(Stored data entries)

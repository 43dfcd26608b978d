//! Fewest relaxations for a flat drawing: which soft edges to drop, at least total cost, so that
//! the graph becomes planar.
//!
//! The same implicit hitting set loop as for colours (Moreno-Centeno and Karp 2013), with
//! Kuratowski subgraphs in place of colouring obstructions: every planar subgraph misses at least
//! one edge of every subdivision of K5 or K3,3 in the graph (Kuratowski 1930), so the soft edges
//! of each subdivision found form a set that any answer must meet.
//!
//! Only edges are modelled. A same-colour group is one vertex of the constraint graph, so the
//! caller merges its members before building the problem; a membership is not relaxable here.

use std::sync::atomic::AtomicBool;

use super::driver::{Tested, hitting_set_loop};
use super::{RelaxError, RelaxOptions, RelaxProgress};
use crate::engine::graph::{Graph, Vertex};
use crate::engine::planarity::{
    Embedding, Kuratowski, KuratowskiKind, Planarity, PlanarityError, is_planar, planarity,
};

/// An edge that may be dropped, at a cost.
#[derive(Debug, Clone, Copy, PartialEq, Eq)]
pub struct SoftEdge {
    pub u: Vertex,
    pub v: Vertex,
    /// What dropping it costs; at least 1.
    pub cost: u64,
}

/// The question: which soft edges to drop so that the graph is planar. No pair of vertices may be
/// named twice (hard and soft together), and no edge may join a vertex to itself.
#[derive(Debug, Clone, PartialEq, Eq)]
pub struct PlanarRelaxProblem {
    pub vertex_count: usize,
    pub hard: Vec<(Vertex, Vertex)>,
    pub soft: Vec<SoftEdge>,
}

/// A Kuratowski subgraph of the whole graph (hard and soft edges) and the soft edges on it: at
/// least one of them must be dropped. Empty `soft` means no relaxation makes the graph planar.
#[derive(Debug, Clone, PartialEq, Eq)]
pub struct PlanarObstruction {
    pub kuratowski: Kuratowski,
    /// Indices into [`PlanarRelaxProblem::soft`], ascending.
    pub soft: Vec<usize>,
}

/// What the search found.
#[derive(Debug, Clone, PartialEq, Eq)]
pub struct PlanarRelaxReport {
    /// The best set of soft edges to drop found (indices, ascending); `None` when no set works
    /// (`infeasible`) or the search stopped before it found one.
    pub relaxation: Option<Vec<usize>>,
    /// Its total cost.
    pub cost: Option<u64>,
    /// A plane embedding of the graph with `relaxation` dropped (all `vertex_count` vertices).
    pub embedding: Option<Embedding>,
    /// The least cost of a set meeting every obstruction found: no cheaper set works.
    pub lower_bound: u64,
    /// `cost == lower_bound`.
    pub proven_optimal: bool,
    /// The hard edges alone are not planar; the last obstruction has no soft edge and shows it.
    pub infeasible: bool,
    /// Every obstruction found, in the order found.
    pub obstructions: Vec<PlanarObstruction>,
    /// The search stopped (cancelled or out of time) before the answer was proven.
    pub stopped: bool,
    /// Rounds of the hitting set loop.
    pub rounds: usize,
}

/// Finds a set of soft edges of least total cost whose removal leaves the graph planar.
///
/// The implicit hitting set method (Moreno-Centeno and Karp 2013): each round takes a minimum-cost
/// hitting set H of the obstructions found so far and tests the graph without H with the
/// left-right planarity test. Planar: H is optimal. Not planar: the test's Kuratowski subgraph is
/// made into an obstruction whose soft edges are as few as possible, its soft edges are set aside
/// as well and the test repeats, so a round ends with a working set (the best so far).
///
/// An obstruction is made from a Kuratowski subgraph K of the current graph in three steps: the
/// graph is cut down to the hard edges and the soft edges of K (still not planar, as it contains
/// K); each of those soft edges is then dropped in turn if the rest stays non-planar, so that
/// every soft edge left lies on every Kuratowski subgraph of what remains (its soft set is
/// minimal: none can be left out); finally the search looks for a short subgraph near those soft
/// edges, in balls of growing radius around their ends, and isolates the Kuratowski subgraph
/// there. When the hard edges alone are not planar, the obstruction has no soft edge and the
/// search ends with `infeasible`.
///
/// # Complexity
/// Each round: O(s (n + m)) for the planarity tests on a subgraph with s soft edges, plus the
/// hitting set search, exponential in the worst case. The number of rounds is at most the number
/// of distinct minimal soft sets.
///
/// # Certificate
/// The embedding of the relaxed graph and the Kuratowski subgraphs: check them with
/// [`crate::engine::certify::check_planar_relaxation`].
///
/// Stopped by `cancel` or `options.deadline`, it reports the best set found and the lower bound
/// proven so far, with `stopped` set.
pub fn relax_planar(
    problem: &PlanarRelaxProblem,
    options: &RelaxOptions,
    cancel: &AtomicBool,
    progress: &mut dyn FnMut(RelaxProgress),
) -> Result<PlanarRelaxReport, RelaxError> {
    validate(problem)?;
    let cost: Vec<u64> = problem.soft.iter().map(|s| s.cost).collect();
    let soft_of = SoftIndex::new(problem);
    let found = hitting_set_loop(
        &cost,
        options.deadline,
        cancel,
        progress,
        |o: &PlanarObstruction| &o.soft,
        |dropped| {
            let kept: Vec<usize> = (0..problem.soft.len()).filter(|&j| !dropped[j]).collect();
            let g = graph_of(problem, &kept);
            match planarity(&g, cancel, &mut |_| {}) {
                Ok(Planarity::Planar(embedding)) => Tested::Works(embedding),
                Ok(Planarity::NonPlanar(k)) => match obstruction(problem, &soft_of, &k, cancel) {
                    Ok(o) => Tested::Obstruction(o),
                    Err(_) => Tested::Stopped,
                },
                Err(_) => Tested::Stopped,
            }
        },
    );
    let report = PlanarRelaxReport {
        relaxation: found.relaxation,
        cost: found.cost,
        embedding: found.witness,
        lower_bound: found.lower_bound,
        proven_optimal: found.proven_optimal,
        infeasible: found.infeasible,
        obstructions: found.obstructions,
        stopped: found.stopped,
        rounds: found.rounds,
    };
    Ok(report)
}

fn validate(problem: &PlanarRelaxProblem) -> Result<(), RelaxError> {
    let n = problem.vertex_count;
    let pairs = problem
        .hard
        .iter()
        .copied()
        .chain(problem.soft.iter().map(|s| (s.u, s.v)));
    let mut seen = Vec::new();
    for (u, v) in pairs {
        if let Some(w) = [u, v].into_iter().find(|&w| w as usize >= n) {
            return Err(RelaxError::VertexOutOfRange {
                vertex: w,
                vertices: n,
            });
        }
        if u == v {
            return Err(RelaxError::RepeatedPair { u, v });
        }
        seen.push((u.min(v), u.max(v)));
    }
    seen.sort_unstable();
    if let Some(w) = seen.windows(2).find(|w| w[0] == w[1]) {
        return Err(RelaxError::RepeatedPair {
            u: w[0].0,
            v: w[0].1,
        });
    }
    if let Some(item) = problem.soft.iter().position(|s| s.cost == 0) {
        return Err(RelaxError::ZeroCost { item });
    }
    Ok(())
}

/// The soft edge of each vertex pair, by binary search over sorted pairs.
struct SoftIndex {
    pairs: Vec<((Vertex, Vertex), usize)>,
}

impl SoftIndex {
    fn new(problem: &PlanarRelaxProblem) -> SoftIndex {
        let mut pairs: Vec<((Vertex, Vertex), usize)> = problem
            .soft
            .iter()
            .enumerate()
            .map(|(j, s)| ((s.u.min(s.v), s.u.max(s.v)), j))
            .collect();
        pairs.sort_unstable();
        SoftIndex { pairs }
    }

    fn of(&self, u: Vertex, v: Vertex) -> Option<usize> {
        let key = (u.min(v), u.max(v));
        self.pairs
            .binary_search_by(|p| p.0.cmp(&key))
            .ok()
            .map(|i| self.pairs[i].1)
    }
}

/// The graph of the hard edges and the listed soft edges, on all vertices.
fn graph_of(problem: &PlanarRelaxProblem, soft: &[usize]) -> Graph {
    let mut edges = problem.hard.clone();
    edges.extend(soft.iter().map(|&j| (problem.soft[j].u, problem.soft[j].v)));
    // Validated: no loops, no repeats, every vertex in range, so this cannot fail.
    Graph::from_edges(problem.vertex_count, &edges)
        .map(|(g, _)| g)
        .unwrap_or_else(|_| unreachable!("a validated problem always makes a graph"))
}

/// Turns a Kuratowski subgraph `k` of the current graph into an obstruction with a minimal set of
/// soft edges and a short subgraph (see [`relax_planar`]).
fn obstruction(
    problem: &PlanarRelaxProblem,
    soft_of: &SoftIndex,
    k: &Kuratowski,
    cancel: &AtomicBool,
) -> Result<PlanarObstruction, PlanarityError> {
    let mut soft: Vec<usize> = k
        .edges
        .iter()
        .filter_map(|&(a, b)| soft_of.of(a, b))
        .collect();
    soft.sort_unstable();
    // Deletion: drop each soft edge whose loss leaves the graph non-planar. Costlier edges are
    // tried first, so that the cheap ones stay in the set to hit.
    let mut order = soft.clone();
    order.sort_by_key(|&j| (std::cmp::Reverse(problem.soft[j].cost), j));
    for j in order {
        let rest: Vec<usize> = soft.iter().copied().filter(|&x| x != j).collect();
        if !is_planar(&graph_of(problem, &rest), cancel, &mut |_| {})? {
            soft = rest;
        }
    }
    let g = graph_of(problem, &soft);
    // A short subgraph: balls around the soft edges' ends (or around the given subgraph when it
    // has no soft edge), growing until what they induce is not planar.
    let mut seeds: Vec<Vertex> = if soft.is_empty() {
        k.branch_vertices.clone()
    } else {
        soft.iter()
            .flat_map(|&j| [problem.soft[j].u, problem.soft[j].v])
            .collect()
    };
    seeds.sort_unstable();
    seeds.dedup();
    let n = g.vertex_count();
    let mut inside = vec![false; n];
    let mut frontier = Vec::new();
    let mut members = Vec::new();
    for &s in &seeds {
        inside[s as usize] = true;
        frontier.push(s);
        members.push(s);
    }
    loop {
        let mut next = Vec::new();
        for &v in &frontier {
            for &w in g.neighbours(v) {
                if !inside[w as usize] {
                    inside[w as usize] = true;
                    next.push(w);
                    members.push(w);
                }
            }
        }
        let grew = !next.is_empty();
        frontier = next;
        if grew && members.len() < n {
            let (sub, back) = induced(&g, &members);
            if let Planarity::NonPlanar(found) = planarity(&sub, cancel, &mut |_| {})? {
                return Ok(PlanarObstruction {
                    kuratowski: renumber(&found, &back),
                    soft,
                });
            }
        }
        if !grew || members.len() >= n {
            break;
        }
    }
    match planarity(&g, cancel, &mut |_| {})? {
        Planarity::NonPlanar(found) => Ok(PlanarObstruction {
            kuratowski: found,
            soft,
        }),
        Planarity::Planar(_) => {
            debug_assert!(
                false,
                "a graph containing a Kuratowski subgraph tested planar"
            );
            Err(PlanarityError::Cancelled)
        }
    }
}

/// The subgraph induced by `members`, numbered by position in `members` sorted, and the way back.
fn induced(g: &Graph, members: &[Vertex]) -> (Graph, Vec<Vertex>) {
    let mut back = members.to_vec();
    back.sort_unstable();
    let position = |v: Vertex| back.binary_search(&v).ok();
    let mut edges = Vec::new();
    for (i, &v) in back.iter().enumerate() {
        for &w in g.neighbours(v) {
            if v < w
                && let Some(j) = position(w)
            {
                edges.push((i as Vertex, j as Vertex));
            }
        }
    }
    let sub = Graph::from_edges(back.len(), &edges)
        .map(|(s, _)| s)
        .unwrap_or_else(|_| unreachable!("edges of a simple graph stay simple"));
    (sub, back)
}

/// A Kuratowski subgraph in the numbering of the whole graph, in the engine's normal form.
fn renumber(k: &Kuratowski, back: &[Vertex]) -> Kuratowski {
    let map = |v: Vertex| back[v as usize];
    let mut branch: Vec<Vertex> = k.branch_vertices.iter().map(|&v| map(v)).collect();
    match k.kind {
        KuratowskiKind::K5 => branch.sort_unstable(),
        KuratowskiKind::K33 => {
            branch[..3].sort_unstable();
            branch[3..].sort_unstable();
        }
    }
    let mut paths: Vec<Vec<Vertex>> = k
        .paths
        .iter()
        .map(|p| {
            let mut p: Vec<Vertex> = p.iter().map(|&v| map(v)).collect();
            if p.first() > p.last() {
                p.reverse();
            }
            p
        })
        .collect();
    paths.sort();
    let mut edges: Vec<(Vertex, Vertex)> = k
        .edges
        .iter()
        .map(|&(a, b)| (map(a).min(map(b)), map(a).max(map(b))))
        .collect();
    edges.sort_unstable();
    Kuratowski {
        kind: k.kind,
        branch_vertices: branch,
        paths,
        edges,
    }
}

WORK TO BE COMPLETED
Retype the entries above exactly, but only from the line containing "pub struct PlanarObstruction" through the line containing "no set works", both included.

RESULT
pub struct PlanarObstruction {
    pub kuratowski: Kuratowski,
    /// Indices into [`PlanarRelaxProblem::soft`], ascending.
    pub soft: Vec<usize>,
}

/// What the search found.
#[derive(Debug, Clone, PartialEq, Eq)]
pub struct PlanarRelaxReport {
    /// The best set of soft edges to drop found (indices, ascending); `None` when no set works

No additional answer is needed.